Hyperventilation begins in the first trimester and may increase up to 42% in late pregnancy. Approximately 50% of pregnant women complained of dyspnea by gestation week 19, which increased to 75% by 31 weeks. Pregnant patients (25%) develop moderate hypoxemia and some develop an abnormal alveolar-arterial oxygen gradient when placed in the supine position1,19. Ventilation patterns and patient position must be adjusted for the pregnant patient so as to avoid hypoxemia1,20.
The mucosa of the upper airways has a tendency to become friable and edematous due to increased serum estrogen concentrations in pregnant women2,. Up to one third of pregnant women experience severe rhinitis, which predisposes them to frequent nosebleeds and upper respiratory tract infections1,2.

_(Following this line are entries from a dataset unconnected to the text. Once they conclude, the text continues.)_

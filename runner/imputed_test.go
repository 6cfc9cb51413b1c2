package runner

import (
	"math"
	"math/rand/v2"
	"os"
	"path/filepath"
	"slices"
	"strconv"
	"strings"
	"testing"

	"ordplan/internal/testsurvey"
	"ordplan/plan"
	"ordplan/runner/fit"
	"ordplan/runner/impute"

	"github.com/xuri/excelize/v2"
)

// imputedFixture writes an invented survey (seeded): y in three ordered
// categories from a cumulative logit in x1 and x2, x2 missing in about a
// fifth of the rows of orig.csv, complete.csv with the true values, and
// stacked.csv with set 0 (the original) and sets 1..m whose missing x2 are
// the true values (same) or fresh draws (differ).
func imputedFixture(t *testing.T, m int, same bool) string {
	dir := t.TempDir()
	sv := testsurvey.Pooling.Imputed(rand.New(rand.NewPCG(7, 11)), testsurvey.ImputedOptions{Rows: 300, Sets: m, Missing: 0.2, Digits: 6, Same: same, Original: true})
	os.WriteFile(filepath.Join(dir, "orig.csv"), []byte(sv.Orig), 0o644)
	os.WriteFile(filepath.Join(dir, "complete.csv"), []byte(sv.Complete), 0o644)
	os.WriteFile(filepath.Join(dir, "stacked.csv"), []byte(sv.Stacked), 0o644)
	return dir
}

func imputedPlan(t *testing.T, dir, data string) (*plan.Plan, error) {
	src := `version: 1
title: imputed
data: ` + data + `
outcomes: [{column: y}]
predictors: [x1, x2]
models: {approaches: [cumulative], effects: [parallel, nonparallel]}
tests: {parallel_lines: [lr, wald, score, brant, wolfe_gould]}
rules:
  - reject_if_test_rejects: {test: lr}
  - choose: {by: bic}
inference:
  hypotheses: ["x2 = 0"]
  marginal_effects: [average, means]
  predict: new.csv
`
	os.WriteFile(filepath.Join(dir, "p.yaml"), []byte(src), 0o644)
	os.WriteFile(filepath.Join(dir, "new.csv"), []byte("x1,x2\n0,0\n1.5,-0.5\n-1,2\n"), 0o644)
	return plan.Load(filepath.Join(dir, "p.yaml"))
}

// identicalSetsP is the p-value a test pooled over identical imputed sets
// (pooled) has when the same test on one set (single) has single.P: the
// same, except for D1, whose denominator degrees of freedom with no
// between-set variance are those of the complete data, (nu+1)/(nu+3) nu
// (as mice's pool() gives them for one restriction and mitml's
// testModels with df.com for more): the single set's statistic over its
// restrictions on F(DF, DF2), DF2 below the rows.
func identicalSetsP(pooled, single fit.Test) float64 {
	if pooled.Pooled != "D1" {
		return single.P
	}
	if !(pooled.DF2 > 0 && pooled.DF2 < 300) {
		return math.NaN()
	}
	return fit.FSurvival(single.Chi2/float64(pooled.DF), pooled.DF, pooled.DF2)
}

Circulatory system changes and its implications:
In pregnancy, changes will include increase in the number of erythrocytes and leukocytes, erythrocyte sedimentation rate, and most of the clotting factors, causing a hypercoagulable state.2,10
Disproportionate rise in red blood cell mass accounts for the "hemodilution" or physiologic anemia of pregnancy that is maximal by approximately 30 to 32 week's gestation.1 These changes will protect the mother from volume depletion due to excessive peripartum hemorrhage and to lessen the chance of thrombotic event occurrence.
Increased levels of circulating catecholamines and cortisol contribute to the leukocytosis seen in pregnancy.2,22 Clotting factors VII-X are increased and anti clotting factors XI and XIII are decreased. Therefore, pregnancy is considered to be a hyper coagulable state, increasing the risk for thromboembolism.17 Pregnant women have a fivefold increase in the likelihood of thromboembolic events, compared with non-pregnant patients.1,25 Acute thromboembolism during pregnancy requires intravenous anticoagulation for 5 to 10 days, followed every 8 to 12 hours by subcutaneous injections to prolong the partial thromboplastin time at least to 1.5 times control throughout the dosing interval. Treatment with heparin, aspirin, or intravenous immunoglobulin's decreased the fetal loss rate26 and heparin is preferred because it does not cross the placenta, has a much more predictable dose response because of low protein-binding (unlike unfractionated heparin), and has been demonstrated to be more effective than heparin for prophylaxis and less likely to cause major spontaneous bleeding.1,27
Gastrointestinal System changes and its implications:
The main GI changes are nausea, vomiting, and heartburn which are due to mechanical changes resulting from an enlarging fetus, in combination with hormonal changes. Two thirds of pregnant patients complain of nausea and vomiting, with the peak frequency at the end of the first trimester.1, Pyrosis (heartburn) occurs in approximately 30% to 50% of pregnant women. Reflux occurs as a result of an increased intra gastric pressure due to the enlarging fetus, slow gastric emptying rate, and decreased resting pressure of the lower gastroesophageal sphincter.27,31 Pathophysiology of nausea and vomiting during pregnancy is thought to be due to the hormonal effects of estrogen and progesterone.32 Other changes include hepatic dysfunction and iron deficiency.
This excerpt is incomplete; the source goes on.